Senior officials at the Treasury and Federal Reserve are confident that
the rescue plan for US banks will succeed in preventing a financial system
meltdown and ensure there will not be a repeat of the Great Depression. But
they know that a sharp economic downturn is already baked in the cake. They
do not,however, know how deep or protracted it will be.
The focus of concern is shifting from the markets - although these remain
dangerously stressed - to the wider economy, where the consumer finally appears
to be cracking.
The Fed and Treasury were expecting the economy to weaken but not as rapidly
as it has, with collapsing consumer confidence, falling home starts, slumping
retail sales and falling industrial production."
There are worries of an upcoming jump in the unemployment rate (which makes
sense when you read about all the recent job cuts and firings from New York
to Silicon Valley), and this in turn has led to worries over (gasp!) decreased
spending and increased saving by ordinary Americans (now known as "consumers").

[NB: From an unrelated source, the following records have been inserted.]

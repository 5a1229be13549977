//! Running the model on the CPU with tract and measuring every block as its
//! tensors appear. The only module that knows tract.
//!
//! The recipe (see DEVELOPERS.md): every watched tensor becomes an extra model
//! output before optimising, so the optimiser cannot fuse it away and output
//! position `i` stays a handle on watched tensor `i`; after optimising, the
//! outputs are reset to the model's own, so watched tensors are freed after
//! their last consumer as usual; the plan is run with an evaluation callback
//! that computes statistics on each watched tensor while it is hot and keeps
//! nothing but a reference to a merge input until the other one arrives.
//!
//! **Invariant:** memory stays near one plain forward pass: per block, at most
//! the shortcut and branch tensors are held, and only until both are seen.
//!
//! Half precision: float16 tensors are measured where they lie, each element
//! widened to `f32` as the kernels read it (`stats::Value`), with `f64`
//! accumulators; no float32 copy is made. Inputs are fed in the element type
//! tract parsed for them, so the same input plan runs a float16 model natively
//! or its float32 twin (`lower::precision`).

pub mod inputs;
pub mod paired;

use std::collections::HashMap;
use std::panic::{AssertUnwindSafe, catch_unwind};
use std::path::Path;

use tract_onnx::prelude::*;
use tract_onnx::tract_hir::infer::Factoid;

use crate::error::{Error, ErrorKind, Result};
use crate::stats;
use inputs::{InputPlan, Values};

/// The inference engine and its version, as reports name it.
pub const ENGINE: &str = "tract-onnx 0.23.9";

/// What to watch for one block, by ONNX tensor name.
#[derive(Debug, Clone)]
pub struct Watch {
    /// The block's input (the fork).
    pub fork: String,
    /// The merge input fed by the shortcut.
    pub shortcut: String,
    /// The merge inputs fed by the branch.
    pub branch: Vec<String>,
    /// The merge output.
    pub output: String,
    /// Where the channels are: axis 1 (convolutions) or the last axis.
    pub channels_first: bool,
    /// Whether to measure the fraction of outputs a ReLU after the merge zeroes.
    pub relu_after: bool,
}

/// Per-sample measurements of one block.
#[derive(Debug, Clone, Default, PartialEq)]
pub struct BlockSamples {
    /// RMS of the fork tensor, per sample.
    pub fork_rms: Vec<f64>,
    /// RMS of the shortcut at the merge, per sample.
    pub shortcut_rms: Vec<f64>,
    /// RMS of the branch at the merge, per sample.
    pub branch_rms: Vec<f64>,
    /// RMS of the merge output, per sample.
    pub output_rms: Vec<f64>,
    /// Cosine of branch and shortcut, per sample (when shapes match and neither is zero).
    pub cosine: Vec<f64>,
    /// Fraction of merge outputs that are not positive, per sample (ReLU after the merge).
    pub zeroed: Vec<f64>,
    /// Sum over samples of the shortcut's per-channel sum of squares.
    pub channel_shortcut: Vec<f64>,
    /// Sum over samples of the branch's per-channel sum of squares.
    pub channel_branch: Vec<f64>,
    /// NaN values seen in the block's watched tensors.
    pub nan: u64,
    /// Infinite values seen in the block's watched tensors.
    pub inf: u64,
    /// The shape of the merge output in the first pass (empty until seen).
    pub output_shape: Vec<usize>,
    /// Largest |x| of the merge output, per sample.
    pub output_max: Vec<f64>,
    /// Largest |x| of the shortcut at the merge, per sample.
    pub shortcut_max: Vec<f64>,
    /// Largest |x| of the branch at the merge, per sample.
    pub branch_max: Vec<f64>,
    /// Fraction of the merge output's values float16 rounds to zero (nonzero
    /// values of magnitude at most 2^-25), per sample.
    pub f16_zero: Vec<f64>,
    /// Fraction of the merge output's values float16 keeps only as
    /// subnormals (2^-25 < |x| < 2^-14), per sample.
    pub f16_subnormal: Vec<f64>,
    /// Largest |x| of each channel of the merge output over all samples.
    pub channel_max: Vec<f64>,
}

/// The outcome of probing.
#[derive(Debug, Clone)]
pub struct ProbeResult {
    /// Measurements per watched block, in the order of the watches.
    pub blocks: Vec<BlockSamples>,
    /// The final outputs of every pass, flattened per output (float outputs only).
    pub outputs: Vec<Vec<f32>>,
    /// The shape of each output in one pass.
    pub output_shapes: Vec<Vec<usize>>,
}

/// Reports progress of long steps; the command line draws a bar.
pub trait Progress {
    /// A step starts (`preparing the model`, `running`).
    fn step(&self, message: &str, total: u64);
    /// One unit of the current step is done.
    fn advance(&self);
    /// All done.
    fn finish(&self);
}

/// A [`Progress`] that reports nothing.
pub struct Silent;

impl Progress for Silent {
    fn step(&self, _: &str, _: u64) {}
    fn advance(&self) {}
    fn finish(&self) {}
}

/// Where tract reads the model from.
#[derive(Clone, Copy)]
pub enum ModelSource<'a> {
    /// A file; external data resolves against its folder.
    Path(&'a Path),
    /// Encoded bytes (no external data).
    Bytes(&'a [u8]),
    /// Encoded bytes of a model whose external data resolves against a folder.
    BytesIn(&'a [u8], &'a Path),
}

#[derive(Debug, Clone, Copy)]
enum Role {
    Fork,
    Shortcut,
    Branch(usize),
    Output,
}

/// Runs the model over every pass of `input_plan` and measures every watch.
pub fn run(
    source: ModelSource<'_>,
    watches: &[Watch],
    input_plan: &InputPlan,
    progress: &dyn Progress,
) -> Result<ProbeResult> {
    match catch_unwind(AssertUnwindSafe(|| run_inner(source, watches, input_plan, progress))) {
        Ok(r) => r,
        Err(panic) => {
            let what = panic
                .downcast_ref::<String>()
                .map(String::as_str)
                .or_else(|| panic.downcast_ref::<&str>().copied())
                .unwrap_or("unknown cause");
            Err(Error::new(
                ErrorKind::Probe,
                format!("the inference engine (tract) failed while running the model: {what}"),
            ))
        }
    }
}

fn tract_err(what: &str, e: &anyhow::Error) -> Error {
    let chain: Vec<String> = e.chain().map(|c| c.to_string()).collect();
    Error::new(ErrorKind::Probe, format!("{what}: {}", chain.join(": ")))
}

fn run_inner(
    source: ModelSource<'_>,
    watches: &[Watch],
    input_plan: &InputPlan,
    progress: &dyn Progress,
) -> Result<ProbeResult> {
    let mut prepared = prepare(source, watches, input_plan, &[], progress)?;
    progress.step("running", input_plan.passes as u64);
    let mut acc: Vec<BlockSamples> = vec![BlockSamples::default(); watches.len()];
    let mut outputs: Vec<Vec<f32>> = vec![Vec::new(); prepared.n_outputs];
    let mut output_shapes = Vec::new();
    for pass in 0..input_plan.passes {
        let values = inputs::values(input_plan, pass);
        let tensors = prepared.tensors(input_plan, &values, &[])?;
        let result = prepared.measure(watches, input_plan, tensors, &mut acc, None)?;
        output_shapes = collect_outputs(&result, &mut outputs);
        progress.advance();
    }
    progress.finish();
    Ok(ProbeResult { blocks: acc, outputs, output_shapes })
}

/// Where the value of one tract input comes from.
#[derive(Debug, Clone, Copy)]
enum InputSlot {
    /// Input `i` of the input plan, as a tensor of this type.
    PlannedInput(usize, DatumType),
    /// Gate `k` of the gate list.
    Gate(usize),
}

type Roles = Vec<(usize, Role)>;

/// A model prepared once and run many times.
struct Prepared {
    state: tract_onnx::tract_core::model::TypedSimpleState,
    order: Vec<InputSlot>,
    watch_map: HashMap<(usize, usize), Roles>,
    source_roles: Vec<(usize, Roles)>,
    constant_roles: Vec<(TValue, Roles)>,
    n_outputs: usize,
}
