impl Layout {
    /// Passes on separate threads first (as many as there are passes, the
    /// thread budget and the memory budget allow); the threads left over
    /// go to each pass's kernels (see DEVELOPERS.md, "Threads").
    /// `SHUNT_LAYOUT=WxK` forces `W` workers of `K` kernel threads each
    /// (for benchmarks; results do not depend on it).
    pub fn of(budget: &Budget, passes: usize, pass_bytes: u64) -> Layout {
        if let Some(forced) = forced_layout() {
            return forced;
        }
        let threads = budget.threads();
        let by_memory = (budget.memory() / pass_bytes.max(1)).clamp(1, usize::MAX as u64) as usize;
        let workers = threads.min(passes.max(1)).min(by_memory).max(1);
        Layout { workers, kernel_threads: (threads / workers).max(1) }
    }
}

fn forced_layout() -> Option<Layout> {
    let text = std::env::var("SHUNT_LAYOUT").ok()?;
    let (w, k) = text.split_once('x')?;
    let (workers, kernel_threads) = (w.trim().parse().ok()?, k.trim().parse().ok()?);
    (workers > 0 && kernel_threads > 0).then_some(Layout { workers, kernel_threads })
}

/// One thread's evaluation state of the shared preparation, with the
/// executor of tract's kernels on that thread.
pub(crate) struct Runner {
    state: TypedSimpleState,
    executor: Executor,
    /// The plan, kept when its ops carry state from one run to the next
    /// (a `Scan` keeps its recurrent state for streaming use), so that each
    /// pass starts from a fresh state, as its first did.
    stateful: Option<Arc<TypedRunnableModel>>,
}

impl Runner {
    fn new(prepared: &Prepared, kernel_threads: usize) -> Result<Runner> {
        let state = SimpleState::new(&prepared.plan).map_err(|e| tract_err("tract", &e))?;
        let executor = if kernel_threads > 1 {
            Executor::multithread_with_name(kernel_threads, "shunt-kernels")
        } else {
            Executor::SingleThread
        };
        let carries_state = prepared.plan.model().nodes.iter().any(|n| n.op_is::<OptScan>());
        Ok(Runner { state, executor, stateful: carries_state.then(|| prepared.plan.clone()) })
    }

    /// One pass with `eval` called on every node, on this runner's executor.
    fn run_with<Eval>(&mut self, tensors: TVec<TValue>, eval: Eval) -> TractResult<TVec<TValue>>
    where
        Eval: for<'a, 'b, 'c> FnMut(
            &'a EvalContext<'a>,
            Option<&'b mut (dyn OpState + 'static)>,
            &'c TypedNode,
            TVec<TValue>,
        ) -> TractResult<TVec<TValue>>,
    {
        if let Some(plan) = &self.stateful {
            self.state = SimpleState::new(plan)?;
        }
        let state = &mut self.state;
        multithread_tract_scope(self.executor.clone(), || state.run_plan_with_eval(tensors, eval))
    }
}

Of course, this spells doom for our consumption and debt-driven economy. Bloomberg
has the details in, "Turmoil
may make Americans savers, worsening 'nasty' recession":
"The U.S. may be on its way to becoming a nation of savers, whether Americans
like it or not.
With home and stock prices declining
and credit hard to come by, consumers who have fallen out of the savings
habit are being forced to curb borrowing and rein in spending.
That is bad news for companies catering to them, which will have to retrench
as well. Detroit automakers may need to slash costs and merge as Americans
hold onto their cars longer. Shopping malls might be forced to shut as retail
traffic trails off. Hotels may have to shelve expansion plans as vacationers
become stingier with their dollars.
The big concern is that households, spooked by the turmoil in financial
markets, will cut back rapidly and sharply, plunging companies into bankruptcy
and deepening a recession that
many economists say has already begun."
It seems all the bailouts and government stimulus packages (paid for by current
and future generations of Americans, along with help from our foreign creditors)

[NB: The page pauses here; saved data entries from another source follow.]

"""Snapshot app: the what-changed view of a growth front advancing one column and an island
dissolving."""

from __future__ import annotations

import numpy as np
from _tiny import platelet
from textual.app import App, ComposeResult

from reviewer.tui.frameview import FrameView


class ChangeApp(App):
    def compose(self) -> ComposeResult:
        yield FrameView(id="frame", system="truecolor")

    def on_mount(self) -> None:
        before = np.stack([platelet(edge=7)] * 3)
        after = np.stack([platelet(edge=8)] * 3)
        after[:, 6, 10] = 300 + 50  # the island is gone
        view = self.query_one(FrameView)
        view.mode = "change"
        view.show(after[0], before=before, after=after)


app = ChangeApp()
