"""Snapshot app: timeline above a short event list."""

from __future__ import annotations

from types import SimpleNamespace

import numpy as np
from textual.app import App, ComposeResult

from reviewer.tui.eventlist import EventList
from reviewer.tui.timeline import Timeline

EVENTS = [
    SimpleNamespace(event_id=1, frame=120, time_s=0.3, kind="step", score=6.2,
                    status="accepted", label="layer"),
    SimpleNamespace(event_id=2, frame=410, time_s=1.025, kind="transient", score=3.1,
                    status="rejected", label=""),
    SimpleNamespace(event_id=3, frame=777, time_s=1.9425, kind="step", score=4.4,
                    status="candidate", label=""),
]


class PanelApp(App):
    def compose(self) -> ComposeResult:
        yield Timeline(id="timeline")
        yield EventList(id="events")

    def on_mount(self) -> None:
        score = np.zeros(1000, dtype=np.float32)
        for e in EVENTS:
            score[e.frame] = e.score
        timeline = self.query_one(Timeline)
        timeline.set_scores(score)
        timeline.set_marks(np.array([e.frame for e in EVENTS]), [e.status for e in EVENTS])
        timeline.set_position(410)
        events = self.query_one(EventList)
        events.set_rows(EVENTS)
        events.select_event(3)


app = PanelApp()
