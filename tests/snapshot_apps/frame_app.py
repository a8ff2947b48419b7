"""Snapshot app: one tiny frame with a mark, in truecolor."""

from __future__ import annotations

from _tiny import platelet
from textual.app import App, ComposeResult

from reviewer.tui.frameview import FrameView


class FrameApp(App):
    def compose(self) -> ComposeResult:
        yield FrameView(id="frame", system="truecolor")

    def on_mount(self) -> None:
        view = self.query_one(FrameView)
        view.show(platelet())
        view.set_mark(7, 3)


app = FrameApp()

that have been conjured up to date were not enough to prevent our having to
face economic reality.
But wait! What if we come up with another new "stimulus
package" to spur the economy? Maybe this one will really do the trick
to get us out this "protracted slowdown" Ben Bernanke is talking about.

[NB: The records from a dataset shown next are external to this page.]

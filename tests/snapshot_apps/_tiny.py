"""Tiny invented frames for the snapshot apps: a bright platelet on a dim membrane."""

from __future__ import annotations

import numpy as np


def platelet(rows: int = 8, cols: int = 12, edge: int = 7) -> np.ndarray:
    """An 8 x 12 px frame: a platelet filling columns < ``edge`` of rows 2-5, a dim island."""
    frame = np.full((rows, cols), 300, dtype=np.uint16)
    frame[:, :] += (np.arange(cols) * 5).astype(np.uint16)  # gentle illumination ramp
    frame[2:6, :edge] = 1800
    frame[6, 10] = 900  # a small island
    return frame
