"""The dashboard cache: shared figures, recomputed at once when a sample moves or is edited.

Checked against the uncached :func:`dashboard_for_user` (the figures must be equal) and against
the lifecycle change just made (the backlog count of the new state goes up by one).
"""

from __future__ import annotations

from datetime import timedelta
from typing import Any

import pytest
from django.core.cache import cache
from django.db import connection
from django.test import Client
from django.test.utils import CaptureQueriesContext

from testing.selectors_dashboard import dashboard_cached, dashboard_for_user
from testing.services.lifecycle import sample_transition
from tests.conftest import Cast, Records

pytestmark = pytest.mark.django_db


@pytest.fixture
def cached(settings: Any) -> None:
    settings.TAULINE_DASHBOARD_CACHE_SECONDS = 60
    cache.clear()


def backlog(d: object) -> dict[str, int]:
    return {row.status: row.count for row in d.backlog}  # type: ignore[attr-defined]


@pytest.mark.usefixtures("cached")
def test_second_request_is_served_from_the_cache(cast: Cast, records_a: Records) -> None:
    first = dashboard_cached(user=cast.manager)
    with CaptureQueriesContext(connection) as ctx:
        second = dashboard_cached(user=cast.manager)
    assert second.as_of == first.as_of  # the same computed figures
    assert len(ctx.captured_queries) <= 2  # the two "newest id" look-ups only
    fresh = dashboard_for_user(user=cast.manager)
    assert backlog(second) == backlog(fresh)
    assert second.weeks == fresh.weeks


@pytest.mark.usefixtures("cached")
def test_a_lifecycle_move_shows_at_once(cast: Cast, records_a: Records) -> None:
    before = backlog(dashboard_cached(user=cast.manager))
    sample_transition(sample=records_a.sample, to_status="scheduled", user=cast.technician)
    after = backlog(dashboard_cached(user=cast.manager))
    assert after["scheduled"] == before["scheduled"] + 1
    assert after["received"] == before["received"] - 1


@pytest.mark.usefixtures("cached")
def test_an_edited_due_date_shows_at_once(cast: Cast, records_a: Records) -> None:
    sample = records_a.sample
    before = dashboard_cached(user=cast.manager)
    assert before.overdue_total == 1  # the fixture's sample is open and past its due date
    sample.due_on = before.today + timedelta(days=30)
    sample.save()  # an edit: a history row, no lifecycle event
    after = dashboard_cached(user=cast.manager)
    assert after.overdue_total == 0


@pytest.mark.usefixtures("cached")
def test_clients_never_get_the_shared_figures(cast: Cast, records_a: Records) -> None:
    dashboard_cached(user=cast.manager)
    assert backlog(dashboard_cached(user=cast.client_a)) == backlog(
        dashboard_for_user(user=cast.client_a)
    )
    assert sum(backlog(dashboard_cached(user=cast.client_a)).values()) == 0


@pytest.mark.usefixtures("cached")
def test_the_page_says_when_the_figures_were_computed(cast: Cast, records_a: Records) -> None:
    client = Client()
    client.force_login(cast.manager)
    response = client.get("/dashboard/")
    assert response.status_code == 200
    assert b"figures as of " in response.content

But don't worry; despite the job losses, slowing economy, and falling asset
prices across the board, technically
this isn't even a recession:
"...Bernanke, who with Treasury Secretary Henry Paulson has led the government's
extraordinary efforts in recent weeks to stem the financial crisis, was asked
by Rep. Rosa DeLauro, D-Conn., whether the economy is in a recession.
"We are in a serious slowdown," Bernanke said, refusing to give the yes-or-no
answer DeLauro said she wanted.
He said "recession" is a technical description of economic conditions. "Whether
it's called a recession or not is of no consequence," Bernanke said."
So there you go. The government spends hundreds of billions of dollars to
ward off what they can not or will not define.